Ökonomisch gesprochen kommen derzeit eine ganze Reihe an negativen Schocks zusammen. Die Schließung von Produktionsstätten erzeugt einen Angebotsschock. Aber auch nachfrageseitig gibt es Verwerfungen: Weil Menschen beispielsweise arbeitslos werden oder aufgrund von Kurzarbeit weniger verdienen, wird weniger nachgefragt. Auch die Ausgangssperren reduzieren die Nachfrage nach Konsumgütern.

Dass die Beschäftigung in diesem Umfeld vergleichsweise moderat zurückgeht, führen die Wifo-Experten auf die Kurzarbeit zurück. Würde es dieses Instrument nicht geben und würden nach dem Abbau von Überstunden alle überschüssigen Arbeitskräfte entlassen, wäre der Rückgang der Beschäftigung demnach um 2,5 Prozentpunkte höher.
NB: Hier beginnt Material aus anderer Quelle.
/// Distance from line centre (cm, on the side `sign`) where the profile falls to half its
/// central value: bracketed from `known` (distances x ≥ 0 with the profile at +x and at −x,
/// e.g. the points an integral has already evaluated) between the farthest point inside the
/// half maximum and the next one out; failing that, from the guess `start` by doubling
/// outward or halving inward; then refined by the Illinois variant of false position
/// (bisection steps where it stalls), with a probe just past the tolerance on the far side
/// once the steps are below 10⁻³, until the bracket is below 1e-6 relative.
pub(crate) fn half_width(
    profile: &impl Fn(f64) -> f64,
    centre: f64,
    start: f64,
    sign: f64,
    known: &[(f64, f64, f64)],
) -> f64 {
    if centre.abs() < f64::MIN_POSITIVE {
        return 0.0;
    }
    let half = 0.5 * centre;
    // g > 0 inside the half-maximum, g < 0 outside.
    let g = |x: f64| (profile(sign * x) - half) * centre.signum();
    let inside = |d: f64| (d - half) * centre.signum();
    let here = |&(x, red, blue): &(f64, f64, f64)| (x, if sign > 0.0 { red } else { blue });
    let (far_in, g_far_in) = known
        .iter()
        .map(here)
        .filter(|&(x, d)| x > 0.0 && inside(d) > 0.0)
        .fold((0.0, centre.abs() - half.abs()), |acc, (x, d)| {
            if x > acc.0 { (x, inside(d)) } else { acc }
        });
    let next_out = known.iter().map(here).filter(|&(x, _)| x > far_in).fold(
        None,
        |acc: Option<(f64, f64)>, (x, d)| match acc {
            Some((xa, _)) if xa <= x => acc,
            _ => Some((x, inside(d))),
        },
    );
    let (mut lo, mut hi, mut g_lo, mut g_hi);
    if let Some((x_out, g_out)) = next_out {
        (lo, g_lo, hi, g_hi) = (far_in, g_far_in, x_out, g_out);
        return refine_crossing(&g, lo, g_lo, hi, g_hi);
    }
    (lo, hi) = (0.0, start.max(1e-16));
    (g_lo, g_hi) = (centre.abs() - half.abs(), g(hi));
    let mut guard = 0;
    if g_hi > 0.0 {
        while g_hi > 0.0 {
            (lo, g_lo) = (hi, g_hi);
            hi *= 2.0;
            g_hi = g(hi);
            guard += 1;
            if guard > 200 {
                return f64::INFINITY;
            }
        }
    } else {
        // the guess is outside: halve until inside (or keep lo = 0)
        let mut x = 0.5 * hi;
        for _ in 0..60 {
            let gx = g(x);
            if gx > 0.0 {
                (lo, g_lo) = (x, gx);
                break;
            }
            (hi, g_hi) = (x, gx);
            x *= 0.5;
        }
    }
    refine_crossing(&g, lo, g_lo, hi, g_hi)
}

/// The half width on the side `sign` (as [`half_width`]) from a neighbouring value `near`
/// (the other side's): g at `near` and a thousandth of it away in the direction of the
/// root, a secant step when both lie on one side, then the bracket refined as in
/// [`half_width`]. `None` where no bracket turns up within those three evaluations.
fn half_width_near(
    profile: &impl Fn(f64) -> f64,
    centre: f64,
    near: f64,
    sign: f64,
) -> Option<f64> {
    if !(near.is_finite() && near > 0.0) || centre.abs() < f64::MIN_POSITIVE {
        return None;
    }
    let half = 0.5 * centre;
    let g = |x: f64| (profile(sign * x) - half) * centre.signum();
    let g1 = g(near);
    // g > 0 inside the half maximum: the root lies outward
    let x2 = if g1 > 0.0 { near * 1.001 } else { near * 0.999 };
    let g2 = g(x2);
    let bracket = |(xa, ga): (f64, f64), (xb, gb): (f64, f64)| {
        if ga > 0.0 && gb <= 0.0 && xa < xb {
            Some((xa, ga, xb, gb))
        } else if gb > 0.0 && ga <= 0.0 && xb < xa {
            Some((xb, gb, xa, ga))
        } else {
            None
        }
    };
    let found = bracket((near, g1), (x2, g2)).or_else(|| {
        // both on one side: one secant step past the root, by 10 % more
        let step = g2 * (x2 - near) / (g2 - g1);
        let x3 = x2 - 1.1 * step;
        if !(x3.is_finite() && x3 > 0.0) {
            return None;
        }
        bracket((x2, g2), (x3, g(x3)))
    })?;
    let (lo, g_lo, hi, g_hi) = found;
    Some(refine_crossing(&g, lo, g_lo, hi, g_hi))
}

/// The root of g between lo and hi, g(lo) > 0 ≥ g(hi) (see `half_width`).
fn refine_crossing(
    g: &impl Fn(f64) -> f64,
    mut lo: f64,
    mut g_lo: f64,
    mut hi: f64,
    mut g_hi: f64,
) -> f64 {
    // Invariant: g(lo) > 0 >= g(hi). `side` remembers which end moved last (Illinois).
    let mut side = 0i8;
    let mut previous = f64::INFINITY;
    for _ in 0..200 {
        if hi - lo <= 1e-6 * hi {
            break;
        }
        let mut x = if g_lo.is_finite() && g_hi.is_finite() && g_lo > g_hi {
            hi - g_hi * (hi - lo) / (g_hi - g_lo)
        } else {
            0.5 * (lo + hi)
        };
        // Keep strictly inside, at least a thousandth of the bracket from either end: a
        // step that lands closer to an end (the root is there) goes to that distance, which
        // shrinks the bracket a thousandfold when it falls on the far side of the root.
        let margin = 1e-3 * (hi - lo);
        x = if x.is_nan() {
            0.5 * (lo + hi)
        } else {
            x.clamp(lo + margin, hi - margin)
        };
        let gx = g(x);
        if gx > 0.0 {
            (lo, g_lo) = (x, gx);
            if side == 1 {
                g_hi *= 0.5;
            }
            side = 1;
        } else {
            (hi, g_hi) = (x, gx);
            if side == -1 {
                g_lo *= 0.5;
            }
            side = -1;
        }
        // Converging (the step was below 10⁻³ of x): try the point just past the tolerance
        // on the far side, which closes the bracket at once if x is within it.
        if (x - previous).abs() <= 1e-3 * x && hi - lo > 1e-6 * hi {
            let probe = if side == 1 {
                x + 0.5e-6 * x
            } else {
                x - 0.5e-6 * x
            };
            if probe > lo && probe < hi {
                let gp = g(probe);
                if gp > 0.0 {
                    (lo, g_lo) = (probe, gp);
                } else {
                    (hi, g_hi) = (probe, gp);
                }
            }
        }
        previous = x;
    }
    0.5 * (lo + hi)
}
Der von den Beschränkungen hart getroffene Dienstleistungssektor dürfte sich im dritten Quartal deutlich erholen. Freilich mit Ausnahmen: Denn Beschränkungen bei Großveranstaltungen und im Reiseverkehr dürften länger aufrecht bleiben als die Einschränkungen in anderen Sektoren. So erwarten die Wifo-Experten eine schleppende Erholung etwa in der Hotellerie und dabei vor allem im Städtetourismus, der stark auf ausländische Touristen, die mit dem Flugzeug anreisen, ausgerichtet ist.

Nach der Krise die Steuerreform

Wenn die reine Corona-Wirtschaftskrise einmal durchgestanden ist – laut Badelt könnte das im September oder Oktober der Fall sein –, sei es Zeit, sich Gedanken über ein wirtschaftspolitisches Gesamtkonzept inklusive Steuerreform zu machen, sagt der Wifo-Chef. Er spricht sich gegen voreilige steuerpolitische Maßnahmen aus.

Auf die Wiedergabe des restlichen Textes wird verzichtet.